Monday, 26 February 2018

A Babbling Brook

This post will be heavy on photos, but with just a few comments to begin with about the weather.

I know; sounds very British doesn't it, to be preoccupied with the weather. TBH, I'm not usually that concerned what it's doing outside, except perhaps when it causes us to change our plans, which isn't often.

The reason I wanted to briefly mention it though, is to illustrate yet again the difference between the British ex-pats who live here and the local Greeks. By and large, I find that the Brits whinge perpetually when it's cloudy or raining during the winter months. The Greeks, however, virtually to man (or woman, just to be PC here) never complain, in fact more often than not express gratitude for the rains. I agree with them. Let's face it, we get month after month of dry, arid weather here every summer. The dry season on Rhodes is longer than most other parts of Greece too, thus exacerbating the problems when a dry winter (and we've now had three) leaves the island with a severe water problem during the summer months.

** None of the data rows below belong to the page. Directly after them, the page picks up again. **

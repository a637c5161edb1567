"""Write one task's data chunks fast and durably, on a worker, with handles opened once per process.

A task writes three chunks (``counts``, ``status``, ``events``; four with ``observables``) that no other
writer touches.
Going through zarr for each costs an open of the group, its metadata and three round trips
through zarr's event loop (about 10 ms a task here); this writer reads the three arrays'
metadata once per worker process and store, encodes each chunk with the array's own codec
chain (little-endian bytes, Blosc, CRC-32C: the same bytes zarr writes, checked by a test),
and writes it once: to a temporary file beside its final name, fsynced, renamed into place.

Durability, and which fsyncs remain (each needed for the chunk to survive a machine crash
before ``done`` marks its task):

- the chunk's own file, once written, before the rename (its data);
- the chunk's folder after the rename (the new directory entry);
- a folder's parent, only when that folder was created by this write (its entry is new).

A task of several blocks commits them as a group (``group_commit``): every chunk file is
written first, then all are fsynced at once from a few threads (the file system folds
concurrent fsyncs into one journal commit), renamed, and each folder touched is fsynced once.
The worker returns, and the client marks the blocks done, only after the commit.

Handles are cached per (store path, store id): the id is a random value written at the
store's creation, so a store deleted and created again at the same path (``--fresh``) is
opened afresh. A store whose arrays use another codec chain is written through zarr.
"""

from __future__ import annotations

import contextlib
import math
import os
import threading
import uuid
from concurrent.futures import ThreadPoolExecutor
from dataclasses import dataclass
from pathlib import Path
from typing import ClassVar, Iterator

import numpy as np

from sweep.store import durable
from sweep.errors import StoreError

_FLAGS = os.O_WRONLY | os.O_CREAT | os.O_EXCL | os.O_NOFOLLOW
FSYNC_THREADS = 8
_fsyncs: ThreadPoolExecutor | None = None


def _fsync_all(paths) -> None:
    """fsync every path, concurrently (a file's dirty pages are its inode's: any descriptor flushes them)."""
    global _fsyncs
    paths = list(paths)
    if len(paths) <= 1:
        for path in paths:
            durable.fsync(path)
        return
    if _fsyncs is None:
        _fsyncs = ThreadPoolExecutor(FSYNC_THREADS, thread_name_prefix="sweep:fsync")
    for _ in _fsyncs.map(durable.fsync, paths):
        pass  # re-raises the first OSError


def thread_lock_for_blosc() -> None:
    """Let numcodecs guard Blosc's global state with a thread lock instead of a multiprocessing one.

    Its default is a named POSIX semaphore, which multiprocessing's resource tracker must remove
    if this process is killed, and warns about at the client's exit. A local run ends its workers
    with SIGKILL (``sweep.execute.local._close``), and Slurm may too. Blosc's state belongs to
    this process alone and its tasks run in threads, so a thread lock is the guard it needs.
    Called by every task (``sweep.execute.worker.run_task``), before any chunk is encoded,
    through this writer or zarr's.
    """
    import threading

    from numcodecs import blosc

    if not getattr(blosc, "_MUTEX_IS_INIT", True):
        blosc._MUTEX, blosc._MUTEX_IS_INIT = threading.Lock(), True


@dataclass
class _Array:
    """What encoding one array's chunk needs: chunk shape, dtype, fill value, codecs, key layout."""

    name: str
    chunks: tuple[int, ...]
    dtype: np.dtype
    fill: object
    blosc: object | None  # numcodecs.Blosc matching the array's BloscCodec
    crc: bool
    separator: str

    def key(self, point: int, block: int) -> str:
        coords = (point, block) + (0,) * (len(self.chunks) - 2)
        return "c" + self.separator + self.separator.join(map(str, coords))

    def encode(self, values: np.ndarray) -> tuple[bytes, int]:
        """The chunk file's bytes and its trailing CRC-32C (0 when the array keeps none)."""
        import google_crc32c

        block = np.full(self.chunks, self.fill, dtype=self.dtype)
        block.reshape((self.chunks[1], -1))[:values.shape[0]] = values.reshape((values.shape[0], -1))
        data = np.ascontiguousarray(block.astype(self.dtype.newbyteorder("<"), copy=False))
        payload = bytes(self.blosc.encode(data)) if self.blosc is not None else data.tobytes()
        if not self.crc:
            return payload, 0
        crc = google_crc32c.value(payload)
        return payload + crc.to_bytes(4, "little"), crc

    def decode(self, data: bytes, where: str) -> np.ndarray:
        """One chunk file's values, in the chunk's shape (the inverse of ``encode``).

        Raises
        ------
        StoreError
            If the trailing CRC-32C does not match, or the chunk does not decode to its shape.
        """
        import google_crc32c

        from numcodecs import blosc

        if self.crc:
            data, stored = data[:-4], int.from_bytes(data[-4:], "little")
            if google_crc32c.value(data) != stored:
                raise StoreError(f"{where}: checksum mismatch (the chunk file is damaged)")
        raw = blosc.decompress(data) if self.blosc is not None else data  # Blosc frames say their own settings
        values = np.frombuffer(raw, dtype=self.dtype.newbyteorder("<"))
        size = math.prod(self.chunks)
        if values.size != size:
            raise StoreError(f"{where}: decodes to {values.size} values, not the chunk's {size}")
        return values.reshape(self.chunks).astype(self.dtype, copy=False)


class ChunkWriter:
    """One store's data arrays, opened once per process (``ChunkWriter.of``)."""

    _open: ClassVar[dict[tuple[str, str], "ChunkWriter | None"]] = {}
    NAMES = ("counts", "status", "events")

    def __init__(self, root: Path, arrays: dict[str, _Array]):
        self.root = root
        self.real_root = os.path.realpath(root)
        self.arrays = arrays
        self._known_dirs: set[str] = set()  # chunk folders already checked (inside the store) or made
        self._group = threading.local()  # a thread's group commit: workers may run tasks in threads

    @property
    def _pending(self) -> list[tuple[Path, Path]] | None:
        """The (temporary, final) files of this thread's group commit; None outside one."""
        return getattr(self._group, "pending", None)

    @property
    def _made_in(self) -> set[Path]:
        """Parents of the folders made during this thread's group commit."""
        return self._group.made_in

    @classmethod
    def of(cls, root: str | Path, store_id: str) -> "ChunkWriter | None":
        """The cached writer of the store at ``root`` with id ``store_id``; None if its arrays
        need zarr's own path (an unknown codec chain)."""
        key = (str(root), store_id)
        if key not in cls._open:
            cls._open[key] = cls._load(Path(root))
        return cls._open[key]

    @classmethod
    def _load(cls, root: Path) -> "ChunkWriter | None":
        import zarr
        from numcodecs import Blosc
        from zarr.codecs import BloscCodec, BytesCodec, Crc32cCodec

        g = zarr.open_group(root, mode="r")
        arrays = {}
        # the observables array only exists in a store whose model has observables (sweep.store.layout)
        for name in cls.NAMES + (("observables",) if "observables" in g else ()):
            meta = g[name].metadata
            codecs = list(meta.codecs)
            if not codecs or not isinstance(codecs[0], BytesCodec) or (codecs[0].endian is not None
                                                                        and codecs[0].endian.value != "little"):
                return None
            rest = codecs[1:]
            crc = bool(rest) and isinstance(rest[-1], Crc32cCodec)
            rest = rest[:-1] if crc else rest
            blosc = None
            if rest:
                if len(rest) != 1 or not isinstance(rest[0], BloscCodec):
                    return None
                b = rest[0]
                shuffle = {"noshuffle": Blosc.NOSHUFFLE, "shuffle": Blosc.SHUFFLE,
                           "bitshuffle": Blosc.BITSHUFFLE}[b.shuffle.value]
                blosc = Blosc(cname=b.cname.value, clevel=b.clevel, shuffle=shuffle, blocksize=b.blocksize)
            encoding = meta.chunk_key_encoding
            separator = getattr(encoding, "separator", "/")
            if getattr(encoding, "name", "default") != "default":
                return None
            arrays[name] = _Array(name, tuple(meta.chunks), np.dtype(meta.dtype.to_native_dtype()),
                                  meta.fill_value, blosc, crc, separator)
        return cls(root, arrays)

    def write(self, name: str, point: int, block: int, values: np.ndarray) -> int:
        """Write one chunk durably; return its CRC-32C (0 if the array keeps none).

        Raises
        ------
        StoreError
            If the chunk's folder leads out of the store through a symlink.
        """
        array = self.arrays[name]
        data, crc = array.encode(values)
        relative = f"{name}/{array.key(point, block)}"
        target = self.root / relative
        self._folder(target.parent)
        remove_stale(target)
        tmp = target.with_name(f"{target.name}.{uuid.uuid4().hex}.partial")  # as zarr names its own
        fd = os.open(tmp, _FLAGS, 0o644)
        try:
            os.write(fd, data)
            if self._pending is None:
                os.fsync(fd)
        finally:
            os.close(fd)
        if self._pending is not None:
            self._pending.append((tmp, target))
            return crc
        os.replace(tmp, target)
        durable.fsync(target.parent)
        return crc

    @contextlib.contextmanager
    def group(self) -> Iterator[None]:
        """Commit the chunks written inside as one group, durably, when the block ends without error."""
        if self._pending is not None:  # already in a group: the outer one commits
            yield
            return
        self._group.pending, self._group.made_in = [], set()
        try:
            yield
            pending, made_in = self._pending, self._made_in
            _fsync_all(tmp for tmp, _ in pending)
            for tmp, target in pending:
                os.replace(tmp, target)
            _fsync_all({target.parent for _, target in pending} | made_in)
        finally:
            for tmp, _ in self._pending or ():
                with contextlib.suppress(OSError):
                    os.unlink(tmp)  # only files not renamed: a failed group leaves no partials
            self._group.pending, self._group.made_in = None, set()

    def _folder(self, folder: Path) -> None:
        """Make sure the chunk's folder exists inside the store; fsync the parents of folders made."""
        key = str(folder)
        if key in self._known_dirs:
            return
        missing = []
        node = folder
        while not node.is_dir():
            missing.append(node)
            node = node.parent
        for made in reversed(missing):
            try:
                os.mkdir(made)
            except FileExistsError:
                pass
            if self._pending is not None:
                self._made_in.add(made.parent)
            else:
                durable.fsync(made.parent)
        real = os.path.realpath(folder)
        if not (real == self.real_root or real.startswith(self.real_root + os.sep)):
            raise StoreError(f"{self.root}: {folder.relative_to(self.root)} leads out of the store through a "
                             "symlink; refusing to write there")
        self._known_dirs.add(key)


def read_whole(root: str | Path, name: str) -> np.ndarray | None:
    """Every value of a data array, read chunk by chunk without zarr.

    zarr spends about 0.5 ms on each chunk: reading the ``status`` of a 100,000-task store took
    about a minute, and a fit's read-back of each batch a quarter of a second. Reading the files
    directly takes a tenth of that. Chunks never written read as the fill value, as through
    zarr. Returns None when the array's codec chain is not the one this module writes, or its
    chunks split more than the point and replicate axes (the caller reads through zarr).

    Raises
    ------
    StoreError
        If a chunk fails its checksum or does not decode.
    """
    import zarr

    root = Path(root)
    writer = ChunkWriter._load(root)
    if writer is None or name not in writer.arrays:
        return None
    array = writer.arrays[name]
    shape = tuple(zarr.open_array(root / name, mode="r").shape)
    if len(shape) < 2 or tuple(array.chunks[2:]) != shape[2:]:
        return None
    rows, per = array.chunks[0], array.chunks[1]
    n_p, n_b = -(-shape[0] // rows), -(-shape[1] // per)
    out = np.full((n_p * rows, n_b * per) + shape[2:], array.fill, dtype=array.dtype)
    folder = os.path.join(root, name)
    for p in range(n_p):
        for b in range(n_b):
            key = array.key(p, b)
            try:
                with open(os.path.join(folder, key), "rb", buffering=0) as fh:
                    data = fh.readall()
            except FileNotFoundError:
                continue
            out[p * rows:(p + 1) * rows, b * per:(b + 1) * per] = array.decode(data, f"{name}/{key}")
    return out[:shape[0], :shape[1]]


def remove_stale(target: Path) -> int:
    """Delete the temporary files a killed writer left for this chunk (``<name>.<uuid>.partial``).

    A chunk has one writer at a time (its task), and a task writes each chunk once, so any such
    file beside it is a dead writer's; it is removed before the chunk is written again.
    """
    removed = 0
    prefix = target.name + "."
    try:
        entries = list(os.scandir(target.parent))
    except FileNotFoundError:
        return 0
    for entry in entries:
        if entry.name.startswith(prefix) and entry.name.endswith(".partial"):
            with contextlib.suppress(FileNotFoundError):
                os.unlink(entry.path)
                removed += 1
    return removed


@contextlib.contextmanager
def group_commit(root: str | Path, store_id: str) -> Iterator[None]:
    """Inside, ``write_block`` to this store defers its fsyncs to one group commit at the end
    (``ChunkWriter.group``); a store written through zarr commits each chunk as before."""
    writer = ChunkWriter.of(root, store_id) if store_id else None
    if writer is None:
        yield
        return
    with writer.group():
        yield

Last summer it came to a head when owing to (as fleetingly mentioned above) several unusually dry winters we were facing water shut-offs all over the island. Several villages and parts of Rhodes town were without water for days on end toward the end of the season. Other areas (including here in Kiotari for a while) had what amounted to sea water coming out of their taps, which killed plants in gardens, including precious vegetables.

So, this winter, thankfully, there appears to be a return to normality, with rains coming frequently and often heavily on a weekly basis at the moment. Even having said that, we had almost three weeks with no rain at the end of January/early February. In fact, as you'll know if you read my drivel with any regularity, I've mentioned one particular walk which me and the better half do in the hills behind the house, which takes us through olive groves and forest and twice crosses the same stream-bed, which in normal years flows like a babbling brook from about now through to some time during April.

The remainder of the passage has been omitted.